> [HOW TO COMPLETE THIS TASK] Pull from the data below each line where the word "boolean" occurs, and copy it.
━━ RECORDED INFORMATION ━━
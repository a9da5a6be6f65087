// The bore panel's lines and request bodies for holes from a blank tube and calibration
// (static-assets/js/templates/bore-lines.js). Pitches against 12-TET on A4 = 440 Hz (ISO 16:1975):
// f = 440 * 2^((midi - 69) / 12), D5 = MIDI 74 (common practice).
import { test } from 'node:test';
import assert from 'node:assert/strict';
import {
  fingeringLines, parseFingeringLines, parseMeasuredLines, movableMouth, blankTubeBody, calibrationBody, mouthMoves,
} from '../../../static-assets/js/templates/bore-lines.js';

const iso16 = (midi) => 440 * 2 ** ((midi - 69) / 12);

test('fingering lines count holes from 1 and carry the register; they read back as the API counts them', () => {
  const chart = [
    { name: 'D5', closedHoles: [0, 1, 2, 3, 4, 5], targetNote: 'D5', register: 1 },
    { name: 'D6', closedHoles: [0, 1, 2, 3, 4, 5], targetNote: 'D6', register: 2 },
    { name: 'x', closedHoles: [], targetHz: 329.63 },
  ];
  const text = fingeringLines(chart);
  assert.equal(text.split('\n')[0], 'D5, D5, 1 2 3 4 5 6');
  assert.equal(text.split('\n')[1], 'D6, D6, 1 2 3 4 5 6, 2');
  const { rows, bad } = parseFingeringLines(text);
  assert.deepEqual(bad, []);
  assert.deepEqual(rows[0], { name: 'D5', closedHoles: [0, 1, 2, 3, 4, 5], targetNote: 'D5', register: 1 });
  assert.equal(rows[1].register, 2);
  assert.deepEqual(rows[2], { name: 'x', closedHoles: [], targetHz: 329.63, register: 1 });
});

test('bad fingering lines are named by their line number, blank lines skipped', () => {
  const { rows, bad } = parseFingeringLines('D5, D5, 1 2\n\nE5\nF5, F5, 0\nG5, G5, 1, two\nA5, 880 Hz, 1');
  assert.deepEqual(bad, [3, 4, 5]);
  assert.equal(rows.length, 2);
  assert.equal(rows[1].targetHz, 880);
});

test('measured pitches are read in hertz (point or comma, with or without the unit) or as note names', () => {
  const { rows, bad } = parseMeasuredLines('D5, 580.5\nE5, 655,25 Hz\nF#5, F#5\nG5, Bb4', 440);
  assert.deepEqual(bad, []);
  assert.deepEqual(rows.slice(0, 2), [{ fingering: 'D5', measuredHz: 580.5 }, { fingering: 'E5', measuredHz: 655.25 }]);
  assert.ok(Math.abs(rows[2].measuredHz - iso16(78)) < 1e-9, `${rows[2].measuredHz}`);
  assert.ok(Math.abs(rows[3].measuredHz - iso16(70)) < 1e-9);
  // on another A4 the note moves with it
  const low = parseMeasuredLines('A, A4', 415).rows[0].measuredHz;
  assert.ok(Math.abs(low - 415) < 1e-9);
});

test('bad measured lines: no name, no pitch, zero or a word', () => {
  const { rows, bad } = parseMeasuredLines(', 440\nD5\nE5, 0\nF5, loud\nG5, 784', 440);
  assert.deepEqual(bad, [1, 2, 3, 4]);
  assert.deepEqual(rows, [{ fingering: 'G5', measuredHz: 784 }]);
});

test('only a window or an embouchure has a headspace; only a window a window length', () => {
  assert.deepEqual(movableMouth({ mouth: { kind: 'window' } }), { headspace: true, windowLength: true });
  assert.deepEqual(movableMouth({ mouth: { kind: 'embouchure' } }), { headspace: true, windowLength: false });
  assert.deepEqual(movableMouth({ mouth: { kind: 'reed' } }), { headspace: false, windowLength: false });
  assert.deepEqual(movableMouth({}), { headspace: false, windowLength: false });
});

test('the blank-tube body drops the holes and asks only for what the mouth can move', () => {
  const bore = { segments: [{ lengthMm: 280, inputDiameterMm: 13, outputDiameterMm: 13 }], holes: [{ positionMm: 1 }],
    mouth: { kind: 'embouchure', headspaceMm: 17 } };
  const body = blankTubeBody(bore, { holeCount: 6, chimneyMm: 2.5, fingerings: [], limits: { minWallMm: 3 },
    varyHeadspace: true, varyWindowLength: true });
  assert.equal(body.bore.holes, undefined);
  assert.ok(bore.holes, 'the page\'s bore is not changed');
  assert.deepEqual(body.mouthLimits, { varyHeadspace: true });
  assert.equal(body.holeCount, 6);
  assert.deepEqual(body.limits, { minWallMm: 3 });
  const window = blankTubeBody({ ...bore, mouth: { kind: 'window' } }, { holeCount: 6, chimneyMm: 2.5, fingerings: [],
    limits: {}, varyHeadspace: true, varyWindowLength: true });
  assert.deepEqual(window.mouthLimits, { varyHeadspace: true, varyWindowLength: true });
  const fixed = blankTubeBody(bore, { holeCount: 6, chimneyMm: 2.5, fingerings: [], limits: {} });
  assert.equal(fixed.mouthLimits, undefined);
});

test('the calibration body carries pitches, a measured curve, or both', () => {
  const bore = { segments: [], mouth: { kind: 'window' } };
  const chart = [{ name: 'D5', closedHoles: [0], targetNote: 'D5', register: 1 }];
  const pitches = calibrationBody(bore, chart, [{ fingering: 'D5', measuredHz: 580 }], 'mouth', null);
  assert.deepEqual(pitches, { bore: { segments: [], mouth: { kind: 'window' }, fingerings: chart }, fit: ['mouth'],
    measured: [{ fingering: 'D5', measuredHz: 580 }] });
  const curve = calibrationBody(bore, chart, [], 'mouth', { csv: '100,1,0\n', fingering: ' D5 ' });
  assert.equal(curve.measured, undefined);
  assert.deepEqual(curve.impedance, { csv: '100,1,0\n', fingering: 'D5' });
  const holesAsTheyAre = calibrationBody(bore, chart, [], 'air-temperature', { csv: '1,1,0', fingering: '' });
  assert.deepEqual(holesAsTheyAre.impedance, { csv: '1,1,0' });
  assert.deepEqual(holesAsTheyAre.fit, ['air-temperature']);
  assert.equal(calibrationBody(bore, chart, [], 'mouth', { csv: '' }).impedance, undefined);
});

test('what the solve moved at the player\'s end', () => {
  assert.deepEqual(mouthMoves({ mouth: [{ field: 'mouth.headspaceMm', startMm: 0, solvedMm: 5.5, movedMm: 5.5 }] }),
    [{ field: 'mouth.headspaceMm', startMm: 0, solvedMm: 5.5, movedMm: 5.5 }]);
  assert.deepEqual(mouthMoves({}), []);
  assert.deepEqual(mouthMoves(null), []);
});
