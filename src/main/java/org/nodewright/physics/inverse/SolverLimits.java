package org.nodewright.physics.inverse;

/**
 * The maker's limits for the tone-hole solver.
 *
 * @param minPositionMm     no hole centre closer than this to the input end
 * @param maxPositionMargin no hole centre closer than this to the output end (mm)
 * @param minSpacingMm      minimum clear wall between neighbouring holes' edges (mm)
 * @param minDiameterMm     smallest hole the maker will drill
 * @param maxDiameterMm     largest hole the maker will drill
 * @param vary diameters    whether diameters may change (otherwise only positions)
 * @param varyFoot          whether the last section's length may change (sets the all-closed note)
 * @param minFootMm         shortest allowed last section
 * @param maxFootMm         longest allowed last section
 */
public record SolverLimits(double minPositionMm, double maxPositionMargin, double minSpacingMm, double minDiameterMm,
        double maxDiameterMm, boolean varyDiameters, boolean varyFoot, double minFootMm, double maxFootMm) {

    public SolverLimits {
        for (double v : new double[] {minPositionMm, maxPositionMargin, minSpacingMm}) {
            if (!(v >= 0) || !Double.isFinite(v)) {
                throw new IllegalArgumentException("position and spacing limits must be finite and >= 0");
            }
        }
        if (!(minDiameterMm > 0) || !(maxDiameterMm >= minDiameterMm) || !Double.isFinite(maxDiameterMm)) {
            throw new IllegalArgumentException("diameter limits must satisfy 0 < min <= max, were " + minDiameterMm
                    + ", " + maxDiameterMm);
        }
        if (!(minFootMm > 0) || !(maxFootMm >= minFootMm) || !Double.isFinite(maxFootMm)) {
            throw new IllegalArgumentException("foot limits must satisfy 0 < min <= max, were " + minFootMm + ", "
                    + maxFootMm);
        }
    }
}
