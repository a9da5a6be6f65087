package org.nodewright.physics.inverse;

import static org.nodewright.physics.Units.MM;

import java.util.ArrayList;
import java.util.List;
import org.nodewright.physics.aircolumn.Mouth;

/**
 * The player's end's figures a hole solve may move with the holes: the headspace (closed bore
 * upstream of a window or embouchure hole) and a window's length along the bore. The headspace's
 * compliance in parallel with the mouth's inertance makes the mouth's end correction grow with
 * frequency (Nederveen 1969; Fletcher &amp; Rossing 1998 ch. 16, from memory), which narrows
 * the octaves (common practice: a flute maker tunes the octaves with the stopper's place); a
 * window's length sets its inertance, the end correction of every note.
 */
public final class MouthFreedom {

    public static final String HEADSPACE = "headspaceMm";
    public static final String WINDOW_LENGTH = "windowLengthMm";

    private MouthFreedom() {
    }

    /** A closed range of millimetres; {@code null} where the figure stays as it is. */
    public record Range(double minMm, double maxMm) {
    }

    /**
     * @param base      the model with the mouth as the maker gave it (a window or an embouchure)
     * @param headspace headspace bounds, or null to keep it
     * @param window    window-length bounds (a window only), or null to keep it
     * @throws IllegalArgumentException when the model's mouth has no such figure
     */
    public static ModelFreedom of(AirCoreFrequencyModel base, Range headspace, Range window) {
        Mouth m = base.mouth();
        if (headspace == null && window == null) {
            return ModelFreedom.NONE;
        }
        if (!(m instanceof Mouth.Window) && !(m instanceof Mouth.Embouchure)) {
            throw new IllegalArgumentException("only a window or an embouchure has a headspace or window to move");
        }
        if (window != null && !(m instanceof Mouth.Window)) {
            throw new IllegalArgumentException("only a window has a window length to move");
        }
        List<ModelFreedom.Variable> vars = new ArrayList<>();
        double head = (m instanceof Mouth.Window w ? w.headspace() : ((Mouth.Embouchure) m).headspace()) / MM;
        if (headspace != null) {
            vars.add(new ModelFreedom.Variable(HEADSPACE, clamp(head, headspace), headspace.minMm(), headspace.maxMm()));
        }
        if (window != null) {
            vars.add(new ModelFreedom.Variable(WINDOW_LENGTH, clamp(((Mouth.Window) m).length() / MM, window),
                    window.minMm(), window.maxMm()));
        }
        boolean moveHead = headspace != null;
        boolean moveWindow = window != null;
        return new ModelFreedom(vars, x -> {
            double h = moveHead ? x[0] * MM : head * MM;
            if (m instanceof Mouth.Window w) {
                double length = moveWindow ? x[moveHead ? 1 : 0] * MM : w.length();
                return base.withMouth(new Mouth.Window(length, w.width(), w.wall(), h));
            }
            Mouth.Embouchure e = (Mouth.Embouchure) m;
            return base.withMouth(new Mouth.Embouchure(e.holeLength(), e.holeWidth(), e.wall(), h, e.lipCoverage()));
        });
    }

    private static double clamp(double v, Range r) {
        return Math.min(r.maxMm(), Math.max(r.minMm(), v));
    }
}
━━━
> [SOLUTION]
        double maxDiameterMm, boolean varyDiameters, boolean varyFoot, double minFootMm, double maxFootMm) {
        boolean moveHead = headspace != null;
        boolean moveWindow = window != null;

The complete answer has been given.